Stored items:
────────
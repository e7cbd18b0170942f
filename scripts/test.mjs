// `npm test`: the same set-up as `npm start`, in a fresh database of its own on its own ports,
// then every test: type check, unit and integration (vitest, real PostgreSQL), end-to-end
// (Playwright in Debian's Chromium against the built server). Then the tests run again at fixed
// instants where the parcels' local date is not the UTC date, across both 2026 DST changes and on
// 29 February 2028: the database, the app, the tests and the browser all run on a clock moved there
// by libfaketime. Safe to run beside `npm start`.
import { randomBytes } from 'node:crypto';
import { rmSync } from 'node:fs';
import { join } from 'node:path';
import {
  answers, bin, databaseUrls, ensureAppRole, ensureChromium, ensureDatabase, ensureDependencies, ensureFaketime, ensurePostgres, fakeClockEnv, localDir, localSigningKey, run, say,
  startChild, startCluster, stopCluster, waitForHttp,
} from './lib/setup.mjs';

const pgPort = Number(process.env.TALLYWOOD_TEST_PG_PORT ?? 54339);
const shiftedPgPort = Number(process.env.TALLYWOOD_TEST_SHIFTED_PG_PORT ?? 54359);
const appPort = Number(process.env.TALLYWOOD_TEST_PORT ?? 4331);
const smtpPort = Number(process.env.TALLYWOOD_TEST_SMTP_PORT ?? 2535);
const mailHttpPort = Number(process.env.TALLYWOOD_TEST_MAIL_HTTP_PORT ?? 2590);
const paymentsPort = Number(process.env.TALLYWOOD_TEST_PAYMENTS_PORT ?? 2610);
const started = Date.now();

/**
 * The instants of the time-shifted runs (UTC). The demo's parcels keep America/New_York time
 * (EST = UTC−5, EDT = UTC−4; 2026 changes at 2026-03-08T07:00Z and 2026-11-01T06:00Z, IANA tz data):
 *   2026-12-03T00:30Z  just after UTC midnight: still 19:30 on 2 December on the parcels
 *   2026-12-03T04:45Z  23:45 on the parcels, just before their midnight (UTC is already the 3rd)
 *   2026-03-08T07:30Z  03:30 EDT on the day the clocks went forward (a 23-hour day)
 *   2026-11-01T06:10Z  01:10 EST, in the hour that happens twice on the day the clocks go back (a 25-hour day)
 *   2028-02-29T17:00Z  noon on 29 February 2028
 * TALLYWOOD_TEST_INSTANTS replaces the list (comma-separated ISO instants); "none" skips these runs.
 * Each has its own cluster, on TALLYWOOD_TEST_SHIFTED_PG_PORT (54359) and the ports after it.
 */
const defaultInstants = ['2026-12-03T00:30:00Z', '2026-12-03T04:45:00Z', '2026-03-08T07:30:00Z', '2026-11-01T06:10:00Z', '2028-02-29T17:00:00Z'];
const asked = process.env.TALLYWOOD_TEST_INSTANTS;
const instants = asked === 'none' ? [] : asked ? asked.split(',').map((s) => s.trim()).filter(Boolean) : defaultInstants;
for (const instant of instants) {
  if (Number.isNaN(Date.parse(instant))) {
    console.error(`[tallywood] TALLYWOOD_TEST_INSTANTS: "${instant}" is not an ISO 8601 instant (for example 2027-06-30T03:59:00Z)`);
    process.exit(2);
  }
}

/**
 * `npm test -- <files>` runs only the named test files (each `*.test.ts` by vitest, each `*.spec.ts` by
 * Playwright, a runner with none named is skipped), after the same set-up and type check. For working
 * on a few tests; a whole `npm test` is what lands.
 */
const only = process.argv.slice(2);
const vitestOnly = only.filter((file) => file.endsWith('.test.ts'));
const playwrightOnly = only.filter((file) => file.endsWith('.spec.ts'));
const unknown = only.filter((file) => !file.endsWith('.test.ts') && !file.endsWith('.spec.ts'));
if (unknown.length > 0) {
  console.error(`[tallywood] npm test -- takes test files (*.test.ts, *.spec.ts); not: ${unknown.join(', ')}`);
  process.exit(2);
}
const runVitest = only.length === 0 || vitestOnly.length > 0;
const runPlaywright = only.length === 0 || playwrightOnly.length > 0;

ensureDependencies();
ensurePostgres();
ensureChromium();
if (instants.length > 0) ensureFaketime();

const mailStore = join(localDir, 'mail-test');
const paymentsStore = join(localDir, 'payments-test');

/** What every run shares: the local fakes, the build, the ports. The database and the clock are each run's own. */
const common = {
  ...process.env,
  AUTH_SECRET: 'test-secret-not-for-production',
  /** One app process per test server (scripts/serve.mjs); tests/e2e/processes.spec.ts runs several on one database. */
  TALLYWOOD_PROCESSES: '1',
  /** Signs permit cards; made once and kept in .local/, apart from the one `npm start` keeps. */
  PERMIT_SIGNING_KEY: localSigningKey('permit-signing-key-test.pem'),
  /** This machine only: the local mail catcher, its mailbox and the payments fake (src/server/deployment.ts). */
  TALLYWOOD_LOCAL_MODE: 'true',
  /** Shared by the app, the local fakes and the tests that read what the fakes keep (scripts/lib/local-fake.mjs). */
  LOCAL_FAKES_TOKEN: randomBytes(24).toString('base64url'),
  MAIL_CATCHER_SMTP_PORT: String(smtpPort),
  MAIL_CATCHER_HTTP_PORT: String(mailHttpPort),
  MAIL_CATCHER_HTTP_URL: `http://127.0.0.1:${mailHttpPort}`,
  MAIL_CATCHER_STORE: mailStore,
  TEST_APP_PORT: String(appPort),
  /** Every end-to-end sign-in comes from 127.0.0.1; the per-address limit stays at its default. */
  SIGN_IN_LIMIT_PER_CLIENT_PER_HOUR: '10000',
  TALLYWOOD_OUT_DIR: join(localDir, 'test-dist'),
  /** The local payments fake and the app agree on these; the app's build reads STRIPE_API_URL. */
  PAYMENTS_FAKE_PORT: String(paymentsPort),
  PAYMENTS_FAKE_STORE: paymentsStore,
  PAYMENTS_WEBHOOK_URL: `http://127.0.0.1:${appPort}/api/payments/webhook`,
  STRIPE_API_URL: `http://127.0.0.1:${paymentsPort}`,
  STRIPE_SECRET_KEY: 'sk_test_tallywood_test',
  STRIPE_WEBHOOK_SECRET: 'whsec_tallywood_test',
};

/** The app role's password on the test clusters, each made fresh and listening on loopback only. */
const testDatabasePassword = 'test-database-password-not-for-production';

const databaseEnv = (port, dir) => {
  const urls = databaseUrls({ port, name: 'tallywood_test', password: testDatabasePassword, dir });
  return {
    /** The app's role, as in production: the tests and the server run with only its grants. */
    DATABASE_URL: urls.app,
    /** The tables' owner, for the migrations and the demo. */
    DATABASE_OWNER_URL: urls.owner,
    /** A superuser connection to the test cluster, for tests that make throwaway databases. */
    TEST_ADMIN_DATABASE_URL: `postgres://app@127.0.0.1:${port}/postgres`,
  };
};

/**
 * The local fakes of the mail and payment services, empty and on a run's clock: each run starts from
 * no mail (a test counts the receipts it caused), and the payments fake signs its webhooks with the
 * time, which the app refuses more than five minutes from its own clock.
 */
async function startFakes(clock = {}) {
  for (const url of [`http://127.0.0.1:${mailHttpPort}/messages`, `http://127.0.0.1:${paymentsPort}/__events`]) {
    if (await answers(url)) throw new Error(`something already answers at ${url}: a fake left from another run? Stop it, or set the TALLYWOOD_TEST_* ports.`);
  }
  rmSync(mailStore, { recursive: true, force: true });
  rmSync(paymentsStore, { recursive: true, force: true });
  const env = { ...common, ...clock };
  const children = [startChild('mail', bin('tsx'), ['scripts/mail-catcher.ts'], env), startChild('payments', bin('tsx'), ['scripts/payments-fake.ts'], env)];
  const stop = () =>
    Promise.all(children.map((child) => (child.exitCode !== null ? null : new Promise((done) => { child.once('exit', done); child.kill('SIGTERM'); }))));
  try {
    await waitForHttp(`http://127.0.0.1:${mailHttpPort}/messages`, 30);
    await waitForHttp(`http://127.0.0.1:${paymentsPort}/__events`, 30);
  } catch (error) {
    await stop();
    throw error;
  }
  return stop;
}

let stopFakes = async () => {};
const failures = [];
const step = (label, command, args, env) => {
  say(`${label}…`);
  try {
    run(command, args, { env });
    return true;
  } catch (error) {
    failures.push(label);
    console.error(`[tallywood] ${label} failed: ${error instanceof Error ? error.message : error}`);
    return false;
  }
};

/** A fresh cluster with the app's role, migrated and seeded as the owner (the demo is moved to that clock's today). */
function prepareDatabase({ dir, port, clock = {} }) {
  const stop = startCluster({ dir, port, fresh: true, env: clock });
  ensureDatabase({ port, name: 'tallywood_test' });
  ensureAppRole({ port, password: testDatabasePassword });
  const env = { ...common, ...databaseEnv(port, dir), ...clock };
  run(bin('tsx'), ['scripts/migrate.ts'], { env });
  run(bin('tsx'), ['scripts/seed.ts'], { env });
  return { stop, env };
}

const local = (instant) => new Intl.DateTimeFormat('en-CA', { timeZone: 'America/New_York', dateStyle: 'short', timeStyle: 'short', hourCycle: 'h23' }).format(new Date(instant));

try {
  stopFakes = await startFakes();
  const main = prepareDatabase({ dir: join(localDir, 'pg-test'), port: pgPort });
  step('type check (astro check)', bin('astro'), ['check'], main.env);
  if (runVitest) step('unit and integration tests (vitest)', bin('vitest'), ['run', '--config', 'tests/vitest.config.ts', ...vitestOnly], main.env);
  const built = runPlaywright && step('build', bin('astro'), ['build'], main.env);
  if (failures.length === 0 && built) step('end-to-end tests (Playwright, Chromium)', bin('playwright'), ['test', '--config', 'tests/playwright.config.ts', ...playwrightOnly], main.env);
  main.stop();

  for (const [n, instant] of (failures.length === 0 ? instants : []).entries()) {
    const clock = fakeClockEnv(instant);
    const label = `at ${instant} (${local(instant)} in America/New_York)`;
    say(`running the tests again ${label}…`);
    await stopFakes();
    stopFakes = await startFakes(clock);
    // A cluster and a port of its own for each instant: nothing of one run's server can linger into the next.
    const shifted = prepareDatabase({ dir: join(localDir, `pg-test-shifted-${n}`), port: shiftedPgPort + n, clock });
    try {
      if (runVitest) step(`unit and integration tests ${label}`, bin('vitest'), ['run', '--config', 'tests/vitest.config.ts', ...vitestOnly], shifted.env);
      if (runPlaywright) step(`end-to-end tests ${label}`, bin('playwright'), ['test', '--config', 'tests/playwright.config.ts', ...playwrightOnly], shifted.env);
    } finally {
      shifted.stop();
    }
  }
} catch (error) {
  failures.push('set-up');
  console.error(error instanceof Error ? error.message : error);
} finally {
  await stopFakes();
  stopCluster(join(localDir, 'pg-test'));
  instants.forEach((_, n) => stopCluster(join(localDir, `pg-test-shifted-${n}`)));
}

const seconds = Math.round((Date.now() - started) / 1000);
say(failures.length > 0 ? `tests FAILED (${seconds} s): ${failures.join('; ')}` : `all tests passed (${seconds} s)`);
process.exit(failures.length > 0 ? 1 : 0);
────────
Total the lines of the data that include the word "scripts", and give that total as the sole response.

PROBLEM SOLUTION → 6